Roberto rolls a standard 6-sided die five times, and the product of his rolls is 900. How many different sequences of rolls could there have been? (The order of the rolls matters.)
To get a product of 900, we need to find the prime factorization of 900: $900=2^2 \cdot 3^2 \cdot 5^2$.
Since we're rolling a standard 6-sided die, the only possible prime factors of each roll are 2, 3, and 5 (which are the prime factors of 6).
We need to distribute the prime factors of 900 among the five rolls in such a way that we get 2, 3, or 5 as the outcome of each roll. Note that each factor can appear zero or more times in each roll.
To do this, we can use the following technique: we represent each roll as a string of three digits, where each digit is either 0, 1, or 2, representing the number of times the factor 2, 3, or 5 appears in that roll.
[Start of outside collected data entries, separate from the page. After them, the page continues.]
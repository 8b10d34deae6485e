"""Wind force against hand-worked values of 1/2 rho v^2 Cd A with rho 1.225 kg/m3, and limits of its arithmetic."""

import math

import numpy as np
import pytest

from fellspan.design.wind import DRAG, shape_of, wind_force_n, wind_moment_nm
from fellspan.errors import QuantityError


def disc_m2(diameter_m: float) -> float:
    return math.pi / 4.0 * diameter_m**2


@pytest.mark.parametrize(
    ("diameter_m", "speed_m_s", "force_n"),
    [
        # Worked by hand with Cd 1.5, printed to 0.1 N.
        (0.6, 30.0, 233.8),
        (0.6, 45.0, 526.0),
        (1.2, 30.0, 935.2),
        (1.2, 45.0, 2104.1),
        (1.2, 56.0, 3258.6),
    ],
)
def test_force_on_a_dish_is_that_worked_by_hand(diameter_m: float, speed_m_s: float, force_n: float) -> None:
    found = wind_force_n(disc_m2(diameter_m), speed_m_s=speed_m_s, drag_coefficient=1.5)
    assert found == pytest.approx(force_n, abs=0.05)  # half of the last printed digit


def test_square_plate_has_the_coefficient_of_hoerner() -> None:
    # Hoerner, Fluid-Dynamic Drag: 1.17 for a disc or square plate across the wind.
    assert DRAG["flat plate"].coefficient == 1.17
    assert DRAG["flat plate"].confirmed


def test_only_what_was_seen_in_its_source_counts_as_confirmed() -> None:
    assert {shape for shape, drag in DRAG.items() if drag.confirmed} == {"flat plate"}
    for drag in DRAG.values():
        assert drag.confirmed is not any(words in drag.source for words in ("from memory", "no source"))


def test_force_goes_with_the_square_of_the_speed_and_broadcasts() -> None:
    speeds = np.array([10.0, 20.0, 40.0])
    force = np.asarray(wind_force_n(np.array([[0.1], [0.3]]), speed_m_s=speeds, drag_coefficient=1.2))
    assert force.shape == (2, 3)
    np.testing.assert_allclose(force[:, 2] / force[:, 0], 16.0)
    np.testing.assert_allclose(force[1] / force[0], 3.0)


def test_moment_is_force_times_arm() -> None:
    assert wind_moment_nm(526.0, arm_m=2.5) == pytest.approx(1315.0)


def test_shapes() -> None:
    assert shape_of("dish") == "solid dish"
    assert shape_of("dish", grid=True) == "grid dish"
    assert shape_of("yagi", width_m=0.3, height_m=0.05) == "rods"
    assert shape_of("panel", width_m=0.37, height_m=0.37) == "flat plate"
    assert shape_of("sheet", width_m=0.15, height_m=1.0) == "long plate"


@pytest.mark.parametrize("value", [-1.0, math.inf, math.nan])
def test_impossible_values_are_refused_with_the_value(value: float) -> None:
    with pytest.raises(QuantityError, match=f"{value:g}"):
        wind_force_n(0.3, speed_m_s=value, drag_coefficient=1.2)
    with pytest.raises(QuantityError, match="mast arm"):
        wind_moment_nm(10.0, arm_m=value)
For example, the roll (2, 2, 5) would be represented as the string "220".
Now, we need to count how many such strings of length 15 (5 rolls, each represented by a string of length 3) we can form, where each digit is 0, 1, or 2, and the product of the five rolls is 900.
We can solve this problem using a technique called stars and bars. Imagine we have 15 stars, representing the 15 digits in the 5 rolls. We want to divide these stars into 3 bins, representing the factors 2, 3, and 5. We can do this by placing 2 bars among the stars, which will divide the stars into 3 groups. The number of stars in the first group represents the total number of 2's rolled, the number of stars in the second group represents the total number of 3's rolled, and the number of stars in the third group represents the total number of 5's rolled.
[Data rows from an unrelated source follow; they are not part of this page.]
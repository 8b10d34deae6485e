"""Gases against the validation rows that ITU-R Study Group 3 publishes for Rec. ITU-R P.676-12, and two libraries.

itur 0.4.0 has the same edition; our line tables were transcribed from it, so it proves the formulas, not the tables.
pycraf 2.1 has its own tables: those of P.676-10, whose oxygen lines are the same and whose vapour lines are older. The
published rows prove both.
"""

import warnings

import numpy as np
import pytest

from fellspan.propagation import (
    dry_pressure_hpa,
    gas_attenuation_db_per_km,
    gas_attenuation_parts_db_per_km,
    standard_air,
)

ATMOSPHERES = [
    # dry pressure hPa, K, g/m3
    (1013.25, 288.15, 7.5),
    (1003.277, 288.15, 7.5),
    (1005.0, 303.15, 22.0),
    (980.0, 263.15, 1.5),
    (700.0, 275.0, 4.0),
]
FREQUENCIES_GHZ = np.concatenate((np.arange(1.0, 100.01, 0.5), np.arange(50.0, 70.0, 0.05), [22.235, 60.306]))


@pytest.mark.parametrize(
    ("ghz", "oxygen", "vapour"),
    [
        (12, 0.008698264, 0.009535388),
        (20, 0.01188355, 0.097047305),
        (60, 14.6234748, 0.154841841),
        (90, 0.038869711, 0.341973394),
    ],
)
def test_published_rows(ghz: float, oxygen: float, vapour: float) -> None:
    # Published table, Study Group 3; 1013.25 hPa taken as dry pressure. Half a unit of its last digit.
    parts = gas_attenuation_parts_db_per_km(ghz * 1e9, dry_pressure_hpa=1013.25, temperature_k=288.15, vapour_g_m3=7.5)
    assert parts == pytest.approx((oxygen, vapour), rel=6e-8)


@pytest.mark.parametrize(
    ("ghz", "total", "within"),
    [
        (2.4, 0.007196, 6e-7),
        (5.8, 0.009299, 6e-7),
        (10, 0.014199, 6e-7),
        (18, 0.057513, 6e-7),
        (23, 0.194289, 6e-7),
        (38, 0.116615, 6e-7),
        (57, 10.206, 6e-4),
        (64, 7.020, 6e-4),
        (70, 0.5140, 6e-5),
        (80, 0.342368, 6e-7),
    ],
)
def test_values_computed_with_itur(ghz: float, total: float, within: float) -> None:
    # Computed with itur 0.4.0, same air; half a unit of the last digit noted.
    value = gas_attenuation_db_per_km(ghz * 1e9, dry_pressure_hpa=1013.25, temperature_k=288.15, vapour_g_m3=7.5)
    assert value == pytest.approx(total, abs=within)


def test_total_pressure_is_another_matter() -> None:
    # 1013.25 hPa as total pressure: 14.502 + 0.1536 dB/km at 60 GHz, computed with itur 0.4.0.
    dry = dry_pressure_hpa(1013.25, temperature_k=288.15, vapour_g_m3=7.5)
    assert dry == pytest.approx(1013.25 - 9.9729, abs=1e-4)
    parts = gas_attenuation_parts_db_per_km(60e9, dry_pressure_hpa=dry, temperature_k=288.15, vapour_g_m3=7.5)
    assert parts[0] == pytest.approx(14.502, abs=6e-4)
    assert parts[1] == pytest.approx(0.1536, abs=6e-5)


@pytest.mark.parametrize(("dry_hpa", "kelvin", "vapour"), ATMOSPHERES)
def test_five_atmospheres_against_itur(dry_hpa: float, kelvin: float, vapour: float) -> None:
    from itur.models import itu676

    assert itu676.get_version() == 12
    ours = gas_attenuation_parts_db_per_km(
        FREQUENCIES_GHZ * 1e9, dry_pressure_hpa=dry_hpa, temperature_k=kelvin, vapour_g_m3=vapour
    )
    for part, function in zip(ours, (itu676.gamma0_exact, itu676.gammaw_exact), strict=True):
        theirs = function(FREQUENCIES_GHZ, dry_hpa, vapour, kelvin).value
        # Same formula, other order of operations. The requirement is 0.5 %.
        np.testing.assert_allclose(part, theirs, rtol=1e-11)


@pytest.mark.parametrize(("dry_hpa", "kelvin", "vapour"), ATMOSPHERES)
def test_oxygen_against_pycraf(dry_hpa: float, kelvin: float, vapour: float) -> None:
    with warnings.catch_warnings():
        # pycraf pulls in astropy's own test runner, which deprecates itself.
        warnings.filterwarnings("ignore", message="The TestRunner")
        import astropy.units as units
        from pycraf import atm
    vapour_hpa = vapour * kelvin / 216.7
    theirs, _ = atm.atten_specific_annex1(
        FREQUENCIES_GHZ * units.GHz, dry_hpa * units.hPa, vapour_hpa * units.hPa, kelvin * units.K
    )
    ours, _ = gas_attenuation_parts_db_per_km(
        FREQUENCIES_GHZ * 1e9, dry_pressure_hpa=dry_hpa, temperature_k=kelvin, vapour_g_m3=vapour
    )
    # Tables transcribed by others, independently of ours.
    np.testing.assert_allclose(ours, theirs.value, rtol=1e-11)


@pytest.mark.parametrize("height_m", [0.0, 250.0, 1000.0, 2500.0, 5000.0, 10_000.0])
def test_reference_air_against_itur(height_m: float) -> None:
    from itur.models import itu835

    air = standard_air(height_m)
    assert air.temperature_k == pytest.approx(float(itu835.standard_temperature(height_m / 1000).value), rel=1e-9)
    assert air.total_pressure_hpa == pytest.approx(float(itu835.standard_pressure(height_m / 1000).value), rel=1e-9)
    assert air.vapour_g_m3 == pytest.approx(
        float(itu835.standard_water_vapour_density(height_m / 1000).value), rel=1e-9
    )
For example, if we roll 2 2 3 3 5, we would represent this as the string "220330550", which corresponds to the stars-and-bars representation "||||*****", where the first two stars are in the first bin (representing the 2's), the next two stars are in the second bin (representing the 3's), and so on.
The number of ways to place 2 bars among 15 stars is ${15+2\choose 2}={17\choose 2}=136$. Therefore, there are 136 different sequences of rolls that could have led to a product of 900.
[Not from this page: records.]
"""Woodland against values worked by hand from the formula and table 1 of Rec. ITU-R P.833-10 (as two programs hold them)."""

import pytest

from fellspan.propagation import MEASURED_WOODLAND, woodland_loss_db, woodland_saturation_db, woodland_specific_db_per_m


@pytest.mark.parametrize(
    ("row", "losses_db"),
    [(2, (1.647, 7.272, 19.154)), (4, (3.236, 13.387, 29.458))],
)
def test_loss_through_10_50_and_200_m(row: int, losses_db: tuple[float, float, float]) -> None:
    wood = MEASURED_WOODLAND[row]
    found = woodland_loss_db(
        [10.0, 50.0, 200.0], specific_db_per_m=wood.specific_db_per_m, saturation_db=wood.saturation_db
    )
    assert found == pytest.approx(losses_db, abs=6e-4)  # by hand


def test_table() -> None:
    assert [wood.frequency_hz for wood in MEASURED_WOODLAND] == [105.9e6, 466.475e6, 949e6, 1852.2e6, 2117.5e6]
    assert [wood.specific_db_per_m for wood in MEASURED_WOODLAND] == [0.04, 0.12, 0.17, 0.30, 0.34]
    assert [wood.saturation_db for wood in MEASURED_WOODLAND] == [9.4, 18.0, 26.5, 29.0, 34.1]


@pytest.mark.parametrize(
    ("ghz", "db_per_m"), [(0.03, 0.02), (1, 0.2), (2.4, 0.48), (5.8, 1.16), (10, 2.0), (28, 5.6), (30, 6)]
)
def test_line_of_the_figure(ghz: float, db_per_m: float) -> None:
    assert woodland_specific_db_per_m(ghz * 1e9) == pytest.approx(db_per_m, rel=2e-3)  # read from the figure by others


@pytest.mark.parametrize(("ghz", "db_per_m"), [(2.4, 0.429), (5.8, 1.131), (10, 2.06)])
def test_another_fit_of_the_figure_lies_within_the_spread(ghz: float, db_per_m: float) -> None:
    # 0.1636 f^1.1, f in GHz: another program's fit.
    assert woodland_specific_db_per_m(ghz * 1e9) == pytest.approx(db_per_m, rel=0.2)


def test_saturation_fits_its_table() -> None:
    for wood in MEASURED_WOODLAND:
        # The fit against what it was fitted to: 15 % is the scatter of the table itself.
        assert woodland_saturation_db(wood.frequency_hz) == pytest.approx(wood.saturation_db, rel=0.15)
15566 , 15656 , 15665 , 16556 , 16565 , 16655 , 23556 , 23565 , 23655 , 25356 , 25365 , 25536 , 25563 , 25635 , 25653 , 26355 , 26535 , 26553 , 32556 , 32565 , 32655 , 33455 , 33545 , 33554 , 34355 , 34535 , 34553 , 35256 , 35265 , 35345 , 35354 , 35435 , 35453 , 35526 , 35534 , 35543 , 35562 , 35625 , 35652 , 36255 , 36525 , 36552 , 43355 , 43535 , 43553 , 45335 , 45353 , 45533 , 51566 , 51656 , 51665 , 52356 , 52365 , 52536 , 52563 , 52635 , 52653 , 53256 , 53265 , 53345 , 53354 , 53435 , 53453 , 53526 , 53534 , 53543 , 53562 , 53625 , 53652 , 54335 , 54353 , 54533 , 55166 , 55236 , 55263 , 55326 , 55334 , 55343 , 55362 , 55433 , 55616 , 55623 , 55632 , 55661 , 56156 , 56165 , 56235 , 56253 , 56325 , 56352 , 56516 , 56523 , 56532 , 56561 , 56615 , 56651 , 61556 , 61565 , 61655 , 62355 , 62535 , 62553 , 63255 , 63525 , 63552 , 65156 , 65165 , 65235 , 65253 , 65325 , 65352 , 65516 , 65523 , 65532 , 65561 , 65615 , 65651 , 66155 , 66515 , 66551 , Total = 120 five-digit such integers.